Fig. 1 is a partially cutaway perspective view showing the implementation state of the floor seismic isolation device of the present invention, Fig. 2 is a plan view of the main structure of the seismic isolation floor, and Fig. 3 is viewed from the − arrow in Fig. 2. figure,
Figures 4A and B are vertical and horizontal cross-sectional views of the movable support, Figures 5A and B are illustrations of the principle of operation of the movable support, Figure 6 is a view taken in the - arrow direction of Figure 2, and Figure 7 is A plan view of the spring damper part, Figures 8A and B are vertical sectional views of the entire spring damper part and main parts, Figure 9
Figures A, B, and C are diagrams of the principle of operation of the spring damper section, Figure 10 is a plan layout of the seismic isolation floor, and Figure 11 is a plan view of different structural examples of the spring damper section.

Claims (1)

[Claims] 1. Movable support portion B that supports each fulcrum portion of the floor structure F.

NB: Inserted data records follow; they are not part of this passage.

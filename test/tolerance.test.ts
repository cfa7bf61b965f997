import { describe, expect, it } from "vitest";
import { keptCases, keptFailures, maxCases, toleranceAnalysis } from "../lib/bias/tolerance.js";
import { analyzeStage } from "../lib/bias/analyze.js";
import { cardAtTemperature } from "../lib/device/temperature.js";
import { InputError } from "../lib/errors.js";
import { celsius, type Kelvin, type Meters, type Ohms, type Volts } from "../lib/quantity.js";
import { Derivation } from "../lib/record/derivation.js";
import type { DeviceCard } from "../lib/device/card.js";
import type { Stage } from "../lib/bias/topology.js";

// Invented card and stages.
const card = { name: "tol-n (invented)", polarity: "nmos", kp: 200e-6, vt0: 0.6 } as DeviceCard;
const dev = { card, w: 10e-6 as Meters, l: 1e-6 as Meters };
const fixedGate: Stage = { topology: "fixed-gate", device: dev, components: { vg: 1.5, rd: 2000 }, supplies: { vdd: 5 as Volts } };
const fourR: Stage = { topology: "four-resistor", device: dev, components: { rg1: 30000, rg2: 22000, rd: 1800, rs: 1200 }, supplies: { vdd: 5 as Volts } };

describe("toleranceAnalysis: worst-case corners", () => {
  it("fixed gate, no source resistor: ID spread from Vt and k' matches the square law by hand", () => {
    // ID = (k'·W/L/2)·(VG − Vt)²: k' ±10 %, Vt ±50 mV →
    // max 1.1·1 mA/V²·(0.95 V)² = 0.99275 mA, min 0.9·1 mA/V²·(0.85 V)² = 0.65025 mA, nominal 0.81 mA.
    // VD = 5 − ID·RD with RD ±5 %: min 5 − 0.99275 mA·2.1 kΩ = 2.915225 V, max 5 − 0.65025 mA·1.9 kΩ = 3.764525 V.
    const rec = new Derivation("fixed-gate tolerance");
    const r = toleranceAnalysis(fixedGate, { resistors: 0.05, process: { vt0: 0.05 as Volts, kp: 0.1 } }, rec);
    expect(r.method).toBe("corners");
    expect(r.cases).toHaveLength(8); // rd, Vt, k' at both ends
    expect(r.id.nominal).toBeCloseTo(0.81e-3, 15);
    expect(r.id.max).toBeCloseTo(0.99275e-3, 15);
    expect(r.id.min).toBeCloseTo(0.65025e-3, 15);
    expect(r.id.maxAt).toMatch(/Vt− k'\+/);
    expect(r.vd.min).toBeCloseTo(2.915225, 12);
    expect(r.vd.max).toBeCloseTo(3.764525, 12);
    expect(r.allInSaturation).toBe(true);
    expect(rec.checks.at(-1)!.passed).toBe(true);
    expect(rec.steps.some((s) => s.kind === "note" && /8 cases: rd ±5 %, Vt ±50 mV, k' ±10 %/.test(s.text))).toBe(true);
  });

  it("PMOS mirror of the same stage gives the same spread (Vt+ means a larger |Vt|)", () => {
    const pCard = { ...card, name: "tol-p (invented)", polarity: "pmos", vt0: -0.6 } as DeviceCard;
    const p: Stage = { topology: "fixed-gate", device: { ...dev, card: pCard }, components: { vg: 0, rd: 2000 }, supplies: { vdd: 1.5 as Volts, vss: -3.5 as Volts } };
    const r = toleranceAnalysis(p, { resistors: 0.05, process: { vt0: 0.05 as Volts, kp: 0.1 } });
    expect(r.id.max).toBeCloseTo(0.99275e-3, 15);
    expect(r.id.min).toBeCloseTo(0.65025e-3, 15);
    expect(r.id.maxAt).toMatch(/Vt− k'\+/);
  });

  it("uses the series' IEC 60063 band when no resistor tolerance is stated, and the card's own spread", () => {
    const withSpread = { ...fourR, device: { ...dev, card: { ...card, spread: { vt0: 0.1, kp: 0.2 } } as DeviceCard } };
    const r = toleranceAnalysis(withSpread, { series: "E96" });
    expect(r.parameters.map((p) => [p.name, p.band])).toEqual([["rg1", 0.01], ["rg2", 0.01], ["rd", 0.01], ["rs", 0.01], ["Vt", 0.1], ["k'", 0.2]]);
    expect(r.cases).toHaveLength(64);
    const r24 = toleranceAnalysis(fourR);
    expect(r24.parameters.every((p) => p.band === 0.05)).toBe(true); // E24's 5 % when nothing is stated
  });

  it("corners bound the stage: every interior point lies within them (four-resistor, monotone in each part)", () => {
    const spec = { resistors: 0.05, process: { vt0: 0.05 as Volts, kp: 0.1 } };
    const corners = toleranceAnalysis(fourR, spec);
    const mc = toleranceAnalysis(fourR, { ...spec, monteCarlo: { samples: 300, seed: 42 } });
    expect(mc.method).toBe("monte-carlo");
    expect(mc.cases).toHaveLength(300);
    expect(mc.id.min).toBeGreaterThanOrEqual(corners.id.min);
    expect(mc.id.max).toBeLessThanOrEqual(corners.id.max);
    expect(mc.vd.min).toBeGreaterThanOrEqual(corners.vd.min);
    expect(mc.vd.max).toBeLessThanOrEqual(corners.vd.max);
    // The sample spreads out: it is not stuck at the nominal point.
    expect(mc.id.max - mc.id.min).toBeGreaterThan(0.5 * (corners.id.max - corners.id.min));
  });

  it("temperature corners go through cardAtTemperature", () => {
    const hot = celsius(85);
    const cold = celsius(-40);
    const r = toleranceAnalysis(fixedGate, { resistors: 0, temperatures: [cold, hot] });
    expect(r.cases).toHaveLength(2); // a zero band is no parameter: one case per temperature
    const hotCase = r.cases.find((c) => c.temperature === hot)!;
    const expected = analyzeStage({ ...fixedGate, device: { ...dev, card: cardAtTemperature(card, hot) } });
    expect(hotCase.id).toBeCloseTo(expected.currents.drainMagnitude!, 15);
    expect(r.id.maxAt).toMatch(/-40 °C/); // mobility falls with temperature: at VOV = 0.9 V the current falls too
  });
});

describe("toleranceAnalysis: failures and generic solve", () => {
  it("reports cases that leave saturation, with a failed check", () => {
    // A drain resistor large enough that the high-current corners push the device into triode.
    const tight: Stage = { ...fixedGate, components: { vg: 1.5, rd: 4500 } };
    const rec = new Derivation("tight");
    const r = toleranceAnalysis(tight, { resistors: 0.1, process: { vt0: 0.1 as Volts, kp: 0.2 } }, rec);
    expect(r.allInSaturation).toBe(false);
    expect(r.failures.length).toBeGreaterThan(0);
    expect(r.failures.every((f) => f.region === "triode")).toBe(true);
    expect(r.saturationMargin.min).toBeLessThan(0);
    expect(rec.checks.at(-1)!.passed).toBe(false);
    expect(rec.findings.some((f) => f.severity === "warning" && /leave saturation/.test(f.text))).toBe(true);
  });

  it("moves every transistor of a stage together: a 1:1 mirror (λ = 0) copies its reference in every corner", () => {
    const mirror: Stage = {
      topology: "current-mirror",
      device: dev,
      devices: { reference: dev },
      components: { rref: 4100, rload: 2350 },
      supplies: { vdd: 5 as Volts },
    };
    const seen: Array<[number, number]> = [];
    const r = toleranceAnalysis(mirror, {
      resistors: 0.05,
      process: { vt0: 0.05 as Volts, kp: 0.1 },
      temperatures: [celsius(0), celsius(70)],
      solve: (st) => {
        const a = analyzeStage(st);
        seen.push([a.currents.drainMagnitude!, a.currents.reference!]);
        return a;
      },
    });
    expect(r.cases).toHaveLength(2 ** 4 * 2);
    expect(r.id.max).toBeGreaterThan(r.id.min * 1.05); // the corners do move the current
    for (const [out, ref] of seen) expect(out).toBeCloseTo(ref, 15);
  });

  it("is generic over the solve function", () => {
    let calls = 0;
    const r = toleranceAnalysis(fourR, {
      resistors: 0.01,
      solve: (st) => {
        calls++;
        return analyzeStage(st);
      },
    });
    expect(calls).toBe(r.cases.length + 1);
  });

  it("Monte Carlo is reproducible from its seed", () => {
    const a = toleranceAnalysis(fourR, { monteCarlo: { samples: 20, seed: 1, distribution: "normal" }, process: { vt0: 0.05 as Volts } });
    const b = toleranceAnalysis(fourR, { monteCarlo: { samples: 20, seed: 1, distribution: "normal" }, process: { vt0: 0.05 as Volts } });
    const c = toleranceAnalysis(fourR, { monteCarlo: { samples: 20, seed: 2, distribution: "normal" }, process: { vt0: 0.05 as Volts } });
    expect(a.cases.map((x) => x.id)).toEqual(b.cases.map((x) => x.id));
    expect(a.cases.map((x) => x.id)).not.toEqual(c.cases.map((x) => x.id));
  });

  it("rejects bad input with typed errors", () => {
    expect(() => toleranceAnalysis(fourR, { resistors: 1.5 })).toThrow(/tolerance.resistors: got 1.5/);
    expect(() => toleranceAnalysis(fourR, { resistors: { rd: -0.1 } })).toThrow(/tolerance.resistors.rd/);
    expect(() => toleranceAnalysis(fourR, { process: { vt0: -0.1 as Volts } })).toThrow(InputError);
    expect(() => toleranceAnalysis(fourR, { temperatures: [-5 as Kelvin] })).toThrow(/temperatures\[0\]/);
    expect(() => toleranceAnalysis(fourR, { monteCarlo: { samples: 0, seed: 1 } })).toThrow(/samples/);
    expect(() => toleranceAnalysis(fourR, { monteCarlo: { samples: 5, seed: 1.5 } })).toThrow(/seed/);
    expect(() => toleranceAnalysis({ ...fourR, components: { ...fourR.components, rd: -5 as Ohms } })).toThrow();
  });
});

describe("toleranceAnalysis: streamed, bounded (issue 7 items 11 and 15)", () => {
  const spec = { resistors: 0.05, process: { vt0: 0.05 as Volts, kp: 0.1 } };
  it("keeps a bounded sample of cases while aggregating every one, and the spread equals the full run's", () => {
    const mc = toleranceAnalysis(fourR, { ...spec, monteCarlo: { samples: 2500, seed: 7 } });
    expect(mc.caseCount).toBe(2500);
    expect(mc.cases).toHaveLength(keptCases);
    // The same draws, solved by hand and aggregated in full, give the same extremes.
    let min = mc.nominal.id!;
    let max = min;
    const first = toleranceAnalysis(fourR, { ...spec, monteCarlo: { samples: keptCases, seed: 7 } });
    for (const c of first.cases) [min, max] = [Math.min(min, c.id!), Math.max(max, c.id!)];
    expect(mc.id.min).toBeLessThanOrEqual(min);
    expect(mc.id.max).toBeGreaterThanOrEqual(max);
    expect(first.cases.map((c) => c.id)).toEqual(mc.cases.map((c) => c.id));
  });
  it("counts every failure but keeps only the first keptFailures", () => {
    // VG = 0.62 V against Vt 0.6 ± 0.05 V: about a quarter of the draws are cut off.
    const marginal: Stage = { ...fixedGate, components: { vg: 0.62, rd: 2000 } };
    const r = toleranceAnalysis(marginal, { ...spec, monteCarlo: { samples: 1000, seed: 3 } });
    expect(r.failureCount).toBeGreaterThan(keptFailures);
    expect(r.failures).toHaveLength(keptFailures);
    expect(r.allInSaturation).toBe(false);
    const rec = new Derivation("t");
    toleranceAnalysis(marginal, { ...spec, monteCarlo: { samples: 1000, seed: 3 } }, rec);
    expect(rec.findings.some((f) => f.text.startsWith(`${r.failureCount} of 1000 cases`))).toBe(true);
  });
  it("refuses more than maxCases in all, samples × temperatures, before solving any", () => {
    const temps = Array.from({ length: 50 }, (_, i) => (250 + i) as Kelvin);
    const run = () => toleranceAnalysis(fourR, { ...spec, temperatures: temps, monteCarlo: { samples: 50_000, seed: 1 } });
    expect(run).toThrow(InputError);
    expect(run).toThrow(new RegExp(`tolerance\\.monteCarlo: got 2500000, expected at most ${maxCases} cases in all \\(50000 samples × 50 temperatures`));
  });
  it("validates the seed as an integer in [0, 2³²): 0 and 2³² no longer alias", () => {
    for (const seed of [2 ** 32, -1, 1.5, NaN])
      expect(() => toleranceAnalysis(fourR, { ...spec, monteCarlo: { samples: 2, seed } })).toThrow(/tolerance\.monteCarlo\.seed: got .*, expected an integer seed from 0 to 4294967295/);
    const a = toleranceAnalysis(fourR, { ...spec, monteCarlo: { samples: 5, seed: 0 } });
    const b = toleranceAnalysis(fourR, { ...spec, monteCarlo: { samples: 5, seed: 2 ** 32 - 1 } });
    expect(a.cases.map((c) => c.id)).not.toEqual(b.cases.map((c) => c.id));
  });
});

and a spring damper part A that is separate and independent from the movable support part B and is installed between the floor structure F and the fixed system C so as to connect them, (a) a movable support part; B includes a flat lower ball receiving steel plate 1 installed on the floor support part C, and a bearing ball 3 placed on the ball receiving steel plate 1;
and an upper ball receiving steel plate 4 attached to the side of the floor structure F and placed on the bearing balls 3; (b) The spring damper part A is a damper in the shape of a shallow flat container. A main body 10 is attached and fixed to a fixed system C, and a certain amount of viscous liquid 11 is accommodated in the damper main body 10, and a movable element 12 with a flat lower surface attached to the side of the floor structure F is immersed in the viscous liquid 11. A rope-like member 14 that does not transmit compressive force is connected to the other end of the coil spring 13, which is immersed to ensure a certain gap d between it and the bottom surface of the damper main body 10, and whose one end is fixed to the fixing system C. The other end of the rope-like member 14 is connected to the movable element 12, and the reaction force receiving roller 31 attached to the rope-like member 14 is connected to the damper main body 1.

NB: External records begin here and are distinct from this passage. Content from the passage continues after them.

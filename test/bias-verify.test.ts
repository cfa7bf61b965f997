/**
 * Every solve is verified (lib/bias/verify.ts): KCL and the region conditions
 * at the solved node voltages, within 1e-9·I + G·δV. Extreme resistances that
 * once returned wrong operating points now solve correctly, checked against
 * ngspice 39 Level 1 (Debian package ngspice, batch mode), or throw.
 */
import { describe, expect, it } from "vitest";
import { analyzeStage, stageCircuit } from "../lib/bias/analyze.js";
import { newSolution, solveNetwork, type BiasNetwork } from "../lib/bias/solve.js";
import type { Stage } from "../lib/bias/topology.js";
import { networkResidual, verifyCurrent, verifyNetwork } from "../lib/bias/verify.js";
import { device, type DeviceCard } from "../lib/device/card.js";
import { drainCurrent, operatingPoint } from "../lib/device/drain-current.js";
import { ConvergenceError } from "../lib/errors.js";
import { Derivation } from "../lib/record/derivation.js";
import { amperesPerVoltSquared, meters, ohms, perVolt, sqrtVolts, volts } from "../lib/quantity.js";
import { runNgspice } from "./support/ngspice.js";

// Invented cards for tests (not a real process).
const ncard: DeviceCard = { name: "ver-n", polarity: "nmos", kp: amperesPerVoltSquared(200e-6), vt0: volts(0.5), lambda: perVolt(0.05), gamma: sqrtVolts(0.4), phi: volts(0.7) };
const pcard: DeviceCard = { ...ncard, name: "ver-p", polarity: "pmos", vt0: volts(-0.5), kp: amperesPerVoltSquared(80e-6) };
const flat = (c: DeviceCard): DeviceCard => ({ ...c, lambda: perVolt(0), gamma: sqrtVolts(0) });

function fourR(card: DeviceCard, rd: number, rs: number): Stage {
  return {
    topology: "four-resistor",
    device: { card, w: meters(10e-6), l: meters(1e-6) },
    components: { rg1: ohms(1e6), rg2: ohms(1e6), rd: ohms(rd), rs: ohms(rs) },
    supplies: { vdd: volts(5) },
    body: "rail",
  };
}

/** ngspice's node voltages for a stage, from the deck the library exports. */
function spiceNodes(st: Stage): { vs: number; vd: number } {
  const c = stageCircuit(st, "x_");
  const rows = runNgspice({
    circuit: [".options reltol=1e-10 vntol=1e-15 abstol=1e-22 gmin=1e-24", ...c.lines].join("\n"),
    control: ["op", `print v(${c.nodes.source})`, `print v(${c.nodes.drain})`].join("\n"),
  });
  return { vs: rows[0]![1], vd: rows[1]![1] };
}

/** The device law at the reported nodes must carry the reported network current. */
function kclHolds(st: Stage): void {
  const a = analyzeStage(st);
  const dev = device(st.device.card, st.device.w, st.device.l);
  const op = operatingPoint(dev, { vgs: volts(a.nodes.gate - a.nodes.source), vds: volts(a.nodes.drain - a.nodes.source), vsb: volts(a.nodes.source - a.nodes.body) });
  const rs = st.components.rs!;
  // The current through RS from the reported source voltage, and the device current: both the network's.
  const throughRs = Math.abs(a.nodes.source - (st.device.card.polarity === "nmos" ? 0 : 5)) / rs;
  expect(Math.abs(throughRs - a.currents.drainMagnitude) / a.currents.drainMagnitude).toBeLessThan(1e-9);
  expect(Math.abs(Math.abs(op.channelCurrent) - a.currents.drainMagnitude) / a.currents.drainMagnitude, JSON.stringify(st.components)).toBeLessThan(1e-6);
}

describe("extreme resistances solve correctly (were wrong without a word)", () => {
  it("rd = 1e20 Ω: triode with VD at the source (≈ 0 V), as ngspice 39 Level 1 finds; λ, γ on and off; NMOS and PMOS", () => {
    for (const card of [ncard, flat(ncard), pcard, flat(pcard)]) {
      const st = fourR(card, 1e20, 1e3);
      const a = analyzeStage(st);
      expect(a.region, card.name).toBe("triode");
      const rail = card.polarity === "nmos" ? 0 : 5;
      expect(Math.abs(a.nodes.drain - rail)).toBeLessThan(1e-9);
      expect(a.currents.drainMagnitude).toBeLessThan(5.1e-20);
      const ng = spiceNodes(st);
      expect(Math.abs(a.nodes.drain - ng.vd)).toBeLessThan(1e-6);
      expect(Math.abs(a.nodes.source - ng.vs)).toBeLessThan(1e-6);
    }
  });
  it("rs = 1e13 Ω: VS agrees with ngspice 39 Level 1 to 1e-6 relative and KCL holds", () => {
    for (const card of [ncard, flat(ncard), pcard]) {
      const st = fourR(card, 1e3, 1e13);
      const a = analyzeStage(st);
      const ng = spiceNodes(st);
      expect(Math.abs(a.nodes.source - ng.vs) / Math.abs(ng.vs), card.name).toBeLessThan(1e-6);
      kclHolds(st);
    }
  });
  it("rs = 1e15 … 1e18 Ω: the device law at the reported nodes carries the reported current (was 49 % off)", () => {
    for (const rs of [1e15, 1e16, 1e17, 1e18]) for (const card of [ncard, flat(ncard), pcard]) kclHolds(fourR(card, 1e3, rs));
  });
  it("a divider of 1 Ω over 1e308 Ω no longer overflows to an infinite gate voltage", () => {
    const st = { ...fourR(ncard, 1e3, 1e3), components: { rg1: ohms(1), rg2: ohms(1e308), rd: ohms(1e3), rs: ohms(1e3) } };
    const a = analyzeStage(st);
    expect(a.nodes.gate).toBeCloseTo(5, 12);
    kclHolds(st);
  });
});

describe("verification throws ConvergenceError with the residual rather than return a wrong answer", () => {
  const net = (): BiasNetwork => ({ k: 2e-3, vt0: 0.5, gamma: 0, phi: 0.7, lambda: 0.05, clm: "continuous", vdr: 5, vsr: 0, gateToDrain: false, vg: 2.5, rd: 1e3, rs: 1e3, iss: 0, bodyToRail: false });
  it("a solution whose device current disagrees with the network current", () => {
    // The wrong answer once returned for rd = 1e20: saturation at VD = 1.25 V against a network current of 4e-20 A.
    const n = { ...net(), rd: 1e20 };
    const s = { ...newSolution(), id: 3.75e-20, vg: 2.5, vs: 3.75e-17, vd: 1.25 };
    expect(networkResidual(n, s)).toBeGreaterThan(1);
    expect(() => verifyNetwork(n, s, "stage \"x\"")).toThrow(ConvergenceError);
    expect(() => verifyNetwork(n, s, "stage \"x\"")).toThrow(/stage "x": the solved operating point fails its check.*KCL residual 0\.003652 A, tolerance/);
  });
  it("a solution that reverses the device or leaves the rails", () => {
    const n = net();
    expect(networkResidual(n, { ...newSolution(), id: 0, vg: 2.5, vs: 1, vd: 0.5 })).toBe(Infinity);
    expect(networkResidual(n, { ...newSolution(), id: 0, vg: 0, vs: -1, vd: 5 })).toBe(Infinity);
    expect(networkResidual(n, { ...newSolution(), id: NaN, vg: 2.5, vs: NaN, vd: 5 })).toBe(Infinity);
  });
  it("a correct solution passes and reports its residual", () => {
    const rec = new Derivation("t");
    analyzeStage(fourR(ncard, 1e3, 1e3), rec);
    const kcl = rec.checks.find((c) => c.title.startsWith("Solver: device current"));
    expect(kcl?.passed).toBe(true);
    expect(kcl!.value).toBeLessThan(1e-15);
    expect(() => verifyCurrent("a node", 1e-3, 1e-3 * (1 + 5e-10), 0, 5, "o")).not.toThrow();
    expect(() => verifyCurrent("a node", 1e-3, 1e-3 * (1 + 5e-9), 0, 5, "o")).toThrow(/o: the solved operating point fails KCL at a node/);
  });
  it("a network double precision cannot resolve throws instead of returning (kp·W/L = 1e301 A/V² with rd = 1e20 Ω)", () => {
    const st = fourR({ ...ncard, kp: amperesPerVoltSquared(1e296) }, 1e20, 1e3);
    expect(() => analyzeStage(st)).toThrow(ConvergenceError);
    expect(() => analyzeStage(st)).toThrow(/four-resistor stage: the solved operating point fails its check/);
  });
});

describe("the record says when a closed form was rejected", () => {
  it("a current-fed stage with ISS = 1e-100 A: the closed form is spoiled by rounding, the record notes it and the bracketed solution", () => {
    const rec = new Derivation("t");
    const st: Stage = {
      topology: "current-source-bias",
      device: { card: { ...flat(ncard), kp: amperesPerVoltSquared(1e-9) }, w: meters(1e-6), l: meters(1e-6) },
      components: { vg: volts(3), iss: 1e-100 as never, rd: ohms(1e3) },
      supplies: { vdd: volts(5) },
    };
    const a = analyzeStage(st, rec);
    const titles = rec.steps.map((s) => s.title);
    const rejected = titles.findIndex((t) => t.startsWith("Closed form"));
    expect(rejected).toBeGreaterThanOrEqual(0);
    expect(titles.indexOf("Exact solution", rejected)).toBeGreaterThan(rejected);
    expect(a.solver.method).toBe("bracketed-newton");
    expect(a.nodes.source).toBeCloseTo(2.5, 9); // VG − Vt, the overdrive for 1e-100 A being negligible
    expect(rec.checks.find((c) => c.title.startsWith("Solver:"))!.passed).toBe(true);
  });
});

describe("verification with the device's own model", () => {
  // Invented EKV card (not a real process), on the resistive network of the tests above.
  const ekvCard = { ...ncard, name: "ver-ekv", model: "ekv", theta: 0.2, thetaB: 0.05, ecrit: 4e6, sigma: 0.01 } as unknown as DeviceCard;
  const ekv = device(ekvCard, meters(10e-6), meters(1e-6));
  const base = (): BiasNetwork => ({ k: 2e-3, vt0: 0.5, gamma: 0.4, phi: 0.7, lambda: 0.05, clm: "continuous", vdr: 5, vsr: 0, gateToDrain: false, vg: 2, rd: 4.7e3, rs: 1e3, iss: 0, bodyToRail: true });
  it("an EKV solve passes, and the square law's solution of the same network fails against the EKV device", () => {
    const n = { ...base(), device: ekv };
    const s = solveNetwork(n, newSolution(), "ekv-stage");
    expect(networkResidual(n, s)).toBeLessThanOrEqual(1);
    expect(Math.abs(drainCurrent(ekv, s.vg - s.vs, s.vd - s.vs, s.vs - n.vsr) - s.id)).toBeLessThanOrEqual(1e-9 * s.id);
    const square = solveNetwork(base(), newSolution(), "square-stage");
    expect(Math.abs(square.id / s.id - 1)).toBeGreaterThan(0.01);
    expect(networkResidual(n, { ...square })).toBeGreaterThan(1);
    expect(() => verifyNetwork(n, { ...square }, "ekv-stage")).toThrow(ConvergenceError);
  });
  it("the current-fed network with an EKV device is verified at its solved source voltage", () => {
    const n = { ...base(), vsr: -5, rs: 0, iss: 100e-6, device: ekv };
    const s = solveNetwork(n, newSolution(), "ekv-fed");
    expect(networkResidual(n, s)).toBeLessThanOrEqual(1);
    expect(() => verifyNetwork(n, { ...s, vs: s.vs + 0.01 }, "ekv-fed")).toThrow(ConvergenceError);
  });
});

1. A floor seismic isolation device characterized by: being in contact with an inner surface of a side wall 10a of a base plate. 2. The coil spring 13 described in claim 1 is a tension or compression spring, and a pre-pulling tension or pre-compression force corresponding to the trigger external force value is applied to the coil spring 13. A floor seismic isolation device characterized by: 3. A floor characterized in that the coil spring 13 and the rope-like member 14 described in claim 1 or 2 are installed in four orthogonal directions on a horizontal plane centered on the movable element 12. Seismic isolation device. 4 The coil spring 13 and the rope-like member 14 described in claim 1 or 2 are connected with a rigid connecting rod 29 interposed therebetween, and the connecting rod 29 has a reaction force receiving member. A floor seismic isolation device characterized in that a roller 31 is attached.